- **Dataset excerpts**:
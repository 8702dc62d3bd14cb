//! The layout rules of DEVELOPERS.md ("Map of the parts"), checked by reading the source.
//!
//! Each file under `src/` belongs to a part: its first folder, or its own name for the
//! files at the top (`error`, `limits`, `rng`, `trace` are support every part may use).
//! The test reads every `crate::` path (in `use` lines and in the code) and every
//! `super::` path, and checks who may know whom, that files form no cycle, that no file
//! holds more than 600 lines of code, and that no library message names a flag.

use std::collections::{BTreeMap, BTreeSet};
use std::path::{Path, PathBuf};

const SUPPORT: &[&str] = &["error", "limits", "rng", "trace"];
const WORKFLOWS: &[&str] = &["reduce", "separate", "landcover", "sweep", "batch", "learn"];
/// Most lines of code in one file (blank lines, comments and the test module not counted).
const MAX_CODE_LINES: usize = 600;

struct SourceFile {
    /// Path under src/ with `/` separators, e.g. `cluster/hard.rs`.
    rel: String,
    /// Module path, e.g. `["cluster", "hard"]`; empty for lib.rs.
    module: Vec<String>,
    /// The text without the `#[cfg(test)] mod tests { … }` block.
    code: String,
}

fn src_dir() -> PathBuf {
    Path::new(env!("CARGO_MANIFEST_DIR")).join("src")
}

fn walk(dir: &Path, out: &mut Vec<PathBuf>) {
    let mut entries: Vec<_> = std::fs::read_dir(dir)
        .unwrap()
        .map(|e| e.unwrap().path())
        .collect();
    entries.sort();
    for p in entries {
        if p.is_dir() {
            walk(&p, out);
        } else if p.extension().is_some_and(|e| e == "rs") {
            out.push(p);
        }
    }
}

/// The file's text up to its inline test module (a sibling `tests.rs` is its own file and
/// is skipped by the caller).
fn without_tests(text: &str) -> String {
    match text.find("#[cfg(test)]\nmod tests {") {
        Some(i) => text[..i].to_string(),
        None => text.to_string(),
    }
}

fn sources() -> Vec<SourceFile> {
    let root = src_dir();
    let mut paths = Vec::new();
    walk(&root, &mut paths);
    let mut files = Vec::new();
    for p in paths {
        let rel = p
            .strip_prefix(&root)
            .unwrap()
            .to_string_lossy()
            .replace('\\', "/");
        if rel == "main.rs" || rel.ends_with("/tests.rs") || rel.ends_with("_tests.rs") {
            continue;
        }
        let mut module: Vec<String> = rel
            .trim_end_matches(".rs")
            .split('/')
            .map(String::from)
            .collect();
        if module.last().is_some_and(|m| m == "mod" || m == "lib") {
            module.pop();
        }
        let text = std::fs::read_to_string(&p).unwrap();
        files.push(SourceFile {
            rel,
            module,
            code: without_tests(&text),
        });
    }
    files
}

/// Lines of code: not blank, not a comment.
fn code_lines(code: &str) -> usize {
    code.lines()
        .map(str::trim)
        .filter(|l| !l.is_empty() && !l.starts_with("//"))
        .count()
}

/// Strips comments and string literals so that paths in prose are not read as code.
fn strip_comments_and_strings(code: &str) -> String {
    let mut out = String::with_capacity(code.len());
    let b = code.as_bytes();
    let mut i = 0;
    while i < b.len() {
        if b[i] == b'/' && i + 1 < b.len() && b[i + 1] == b'/' {
            while i < b.len() && b[i] != b'\n' {
                i += 1;
            }
        } else if b[i] == b'"' && (i == 0 || b[i - 1] != b'\'') {
            // A raw string r"…" or r#"…"# is closed by the same number of hashes.
            let mut hashes = 0;
            let mut j = i;
            while j > 0 && b[j - 1] == b'#' {
                hashes += 1;
                j -= 1;
            }
            let raw = j > 0 && b[j - 1] == b'r';
            i += 1;
            while i < b.len() {
                if !raw && b[i] == b'\\' {
                    i += 2;
                    continue;
                }
                if b[i] == b'"' && (0..hashes).all(|h| b.get(i + 1 + h) == Some(&b'#')) {
                    i += 1 + hashes;
                    break;
                }
                i += 1;
            }
            out.push_str("\"\"");
        } else {
            out.push(b[i] as char);
            i += 1;
        }
    }
    out
}

/// Every path that starts with `crate::` or `super::`, expanded through `{…}` groups,
/// as module segments (leading identifiers only).
fn referenced_paths(code: &str) -> Vec<(String, Vec<String>)> {
    let code = strip_comments_and_strings(code);
    let mut found = Vec::new();
    for start in ["crate::", "super::"] {
        let mut from = 0;
        while let Some(pos) = code[from..].find(start) {
            let at = from + pos;
            from = at + start.len();
            if at > 0 {
                let prev = code.as_bytes()[at - 1];
                let inside_a_name = prev.is_ascii_alphanumeric()
                    || prev == b'_'
                    || prev == b':' && start == "super::";
                // `super::super::x` is read from its first `super::`.
                if inside_a_name && !(start == "super::" && code[..at].ends_with("super::")) {
                    continue;
                }
            }
            let mut prefix = vec![start.trim_end_matches("::").to_string()];
            // `super::super::x`
            let mut rest = &code[from..];
            while let Some(r) = rest.strip_prefix("super::") {
                prefix.push("super".into());
                rest = r;
            }
            expand(rest, &prefix, &mut found);
        }
    }
    found.into_iter().map(|p| (p[0].clone(), p)).collect()
}

fn expand(rest: &str, prefix: &[String], out: &mut Vec<Vec<String>>) {
    let rest = rest.trim_start();
    if let Some(inner) = rest.strip_prefix('{') {
        // Split the group at top-level commas.
        let mut depth = 0;
        let mut item_start = 0;
        for (i, c) in inner.char_indices() {
            match c {
                '{' => depth += 1,
                '}' if depth == 0 => {
                    expand(&inner[item_start..i], prefix, out);
                    return;
                }
                '}' => depth -= 1,
                ',' if depth == 0 => {
                    expand(&inner[item_start..i], prefix, out);
                    item_start = i + 1;
                }
                _ => {}
            }
        }
        return;
    }
    let ident: String = rest
        .chars()
        .take_while(|c| c.is_ascii_alphanumeric() || *c == '_')
        .collect();
    if ident.is_empty() {
        return;
    }
    let mut path = prefix.to_vec();
    if ident == "self" {
        out.push(path);
        return;
    }
    path.push(ident.clone());
    let after = rest[ident.len()..].trim_start();
    if let Some(next) = after.strip_prefix("::") {
        let next_trim = next.trim_start();
        if next_trim.starts_with('{') || next_trim.starts_with(|c: char| c.is_ascii_lowercase()) {
            expand(next, &path, out);
            return;
        }
    }
    out.push(path);
}

/// The module path a reference points into, resolved against the known modules (the
/// longest known prefix).
fn resolve(
    file: &SourceFile,
    path: &[String],
    modules: &BTreeSet<Vec<String>>,
) -> Option<Vec<String>> {
    let mut abs: Vec<String> = Vec::new();
    let mut segs = path.iter();
    match segs.next().map(String::as_str) {
        Some("crate") => {}
        Some("super") => {
            // `super` of a file's module is its parent; of mod.rs, the parent too.
            abs = file.module.clone();
            abs.pop();
        }
        _ => return None,
    }
    for s in segs {
        if s == "super" {
            abs.pop();
        } else {
            abs.push(s.clone());
        }
    }
    while !abs.is_empty() && !modules.contains(&abs) {
        abs.pop();
    }
    if abs.is_empty() {
        None
    } else {
        Some(abs)
    }
}

fn part_of(module: &[String]) -> String {
    module.first().cloned().unwrap_or_else(|| "lib".into())
}

struct Graph {
    files: Vec<SourceFile>,
    /// File index → the file modules it references, with the path as written.
    edges: Vec<BTreeMap<Vec<String>, String>>,
}

fn graph() -> Graph {
    let files = sources();
    let modules: BTreeSet<Vec<String>> = files.iter().map(|f| f.module.clone()).collect();
    let mut edges = Vec::new();
    for f in &files {
        let mut e = BTreeMap::new();
        for (_, p) in referenced_paths(&f.code) {
            if let Some(target) = resolve(f, &p, &modules) {
                if target != f.module && !f.module.starts_with(&target) {
                    e.entry(target).or_insert_with(|| p.join("::"));
                }
            }
        }
        edges.push(e);
    }
    Graph { files, edges }
}

/// Whether part `from` may name part `to`.
fn allowed(from: &str, to: &str) -> Result<(), &'static str> {
    if from == to || SUPPORT.contains(&to) || from == "lib" {
        return Ok(());
    }
    if to == "cli" {
        return Err("nothing outside cli/ imports it");
    }
    match from {
        "cluster" => Err("cluster/ knows rows and weights only (support files excepted)"),
        "colour" => Err("colour/ imports no other part"),
        "error" | "limits" | "rng" | "trace" => Err("support files import no part"),
        "raster" | "output" | "features" | "render" | "families" | "film"
            if WORKFLOWS.contains(&to) =>
        {
            Err("shared parts never import a workflow")
        }
        // The document header records the engine's options (a plain value of cluster/).
        "output" if to == "cluster" => Ok(()),
        "raster" | "output" if to != "colour" && to != "raster" && to != "output" => {
            Err("raster/ and output/ import only colour, each other and support")
        }
        w if WORKFLOWS.contains(&w) && WORKFLOWS.contains(&to) => {
            if (w == "batch" || w == "learn") && to == "reduce" {
                Ok(())
            } else {
                Err("no workflow imports another (batch and learn may call reduce)")
            }
        }
        _ => Ok(()),
    }
}

#[test]
fn parts_import_only_what_the_map_allows() {
    let g = graph();
    let mut broken = Vec::new();
    for (f, e) in g.files.iter().zip(&g.edges) {
        let from = part_of(&f.module);
        for (target, written) in e {
            let to = part_of(target);
            if let Err(rule) = allowed(&from, &to) {
                broken.push(format!("src/{} names {written}: {rule}", f.rel));
            }
        }
    }
    assert!(
        broken.is_empty(),
        "layout rules broken:\n{}",
        broken.join("\n")
    );
}

#[test]
fn files_form_no_cycle() {
    let g = graph();
    let index: BTreeMap<&Vec<String>, usize> = g
        .files
        .iter()
        .enumerate()
        .map(|(i, f)| (&f.module, i))
        .collect();
    // A file that re-exports its children (a folder's mod.rs, lib.rs) is a table of
    // contents, not a dependency: edges from a parent module into its own children are
    // not counted.
    let adj: Vec<Vec<usize>> = g
        .files
        .iter()
        .zip(&g.edges)
        .map(|(f, e)| {
            e.keys()
                .filter(|t| !t.starts_with(&f.module) || f.module.is_empty() && t.is_empty())
                .filter_map(|t| index.get(t).copied())
                .collect()
        })
        .collect();
    // Depth-first search with colours; report the first cycle found.
    fn visit(
        v: usize,
        adj: &[Vec<usize>],
        state: &mut [u8],
        stack: &mut Vec<usize>,
    ) -> Option<Vec<usize>> {
        state[v] = 1;
        stack.push(v);
        for &w in &adj[v] {
            if state[w] == 1 {
                let at = stack.iter().position(|&x| x == w).unwrap();
                return Some(stack[at..].to_vec());
            }
            if state[w] == 0 {
                if let Some(c) = visit(w, adj, state, stack) {
                    return Some(c);
                }
            }
        }
        stack.pop();
        state[v] = 2;
        None
    }
    let mut state = vec![0u8; g.files.len()];
    for v in 0..g.files.len() {
        if state[v] == 0 {
            let mut stack = Vec::new();
            if let Some(c) = visit(v, &adj, &mut state, &mut stack) {
                let names: Vec<_> = c
                    .iter()
                    .map(|&i| format!("src/{}", g.files[i].rel))
                    .collect();
                panic!("files import each other in a cycle: {}", names.join(" → "));
            }
        }
    }
}

#[test]
fn no_file_is_over_the_size_limit() {
    let big: Vec<String> = sources()
        .iter()
        .map(|f| (f.rel.clone(), code_lines(&f.code)))
        .chain(std::iter::once((
            "main.rs".to_string(),
            code_lines(&std::fs::read_to_string(src_dir().join("main.rs")).unwrap()),
        )))
        .filter(|(_, n)| *n > MAX_CODE_LINES)
        .map(|(rel, n)| format!("src/{rel}: {n} lines of code"))
        .collect();
    assert!(
        big.is_empty(),
        "files over {MAX_CODE_LINES} lines of code:\n{}",
        big.join("\n")
    );
}

/// Library messages name settings; only cli/ (and main.rs) speak of flags.
#[test]
fn no_library_message_names_a_flag() {
    let mut found = Vec::new();
    for f in sources() {
        if f.module.first().is_some_and(|m| m == "cli") {
            continue;
        }
        for (n, line) in f.code.lines().enumerate() {
            let t = line.trim_start();
            if t.starts_with("//") {
                continue;
            }
            // A flag inside a string literal: `"… --name …"` or `"-k …"`.
            let mut in_str = false;
            let bytes = t.as_bytes();
            for i in 0..bytes.len() {
                if bytes[i] == b'"' && (i == 0 || bytes[i - 1] != b'\\') {
                    in_str = !in_str;
                }
                if in_str
                    && bytes[i] == b'-'
                    && (i == 0
                        || bytes[i - 1] == b' '
                        || bytes[i - 1] == b'"'
                        || bytes[i - 1] == b'(')
                    && (bytes.get(i + 1) == Some(&b'-')
                        && bytes.get(i + 2).is_some_and(u8::is_ascii_lowercase)
                        || bytes.get(i + 1) == Some(&b'k')
                            && bytes.get(i + 2).is_some_and(|c| !c.is_ascii_alphanumeric()))
                {
                    found.push(format!("src/{}:{}: {}", f.rel, n + 1, t));
                    break;
                }
            }
        }
    }
    assert!(
        found.is_empty(),
        "library messages that name a flag:\n{}",
        found.join("\n")
    );
}

#[test]
fn the_reader_finds_paths_in_groups_and_code() {
    let code = "use crate::{colour::{self, Lab}, cluster::fit};\nfn f() { crate::raster::decode(x); super::sibling::g(); }\n// crate::cli in a comment\nconst S: &str = \"crate::cli\";";
    let mut paths: Vec<String> = referenced_paths(code)
        .into_iter()
        .map(|(_, p)| p.join("::"))
        .collect();
    paths.sort();
    assert_eq!(
        paths,
        [
            "crate::cluster::fit",
            "crate::colour",
            "crate::colour::Lab",
            "crate::raster::decode",
            "super::sibling::g"
        ]
    );
    assert_eq!(code_lines("// c\n\nfn a() {}\n  /// d\nlet x = 1;"), 2);
    assert!(allowed("sweep", "landcover").is_err());
    assert!(allowed("batch", "reduce").is_ok());
    assert!(allowed("cluster", "colour").is_err());
    assert!(allowed("reduce", "cli").is_err());
}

- **What is being asked**:
Find "fn src_dir() ->" in the entries above and copy that whole line exactly, then each line after it through the line that contains "fn without_tests(text: &str)".

- **Output of the exercise**:
fn src_dir() -> PathBuf {
    Path::new(env!("CARGO_MANIFEST_DIR")).join("src")
}

fn walk(dir: &Path, out: &mut Vec<PathBuf>) {
    let mut entries: Vec<_> = std::fs::read_dir(dir)
        .unwrap()
        .map(|e| e.unwrap().path())
        .collect();
    entries.sort();
    for p in entries {
        if p.is_dir() {
            walk(&p, out);
        } else if p.extension().is_some_and(|e| e == "rs") {
            out.push(p);
        }
    }
}

/// The file's text up to its inline test module (a sibling `tests.rs` is its own file and
/// is skipped by the caller).
fn without_tests(text: &str) -> String {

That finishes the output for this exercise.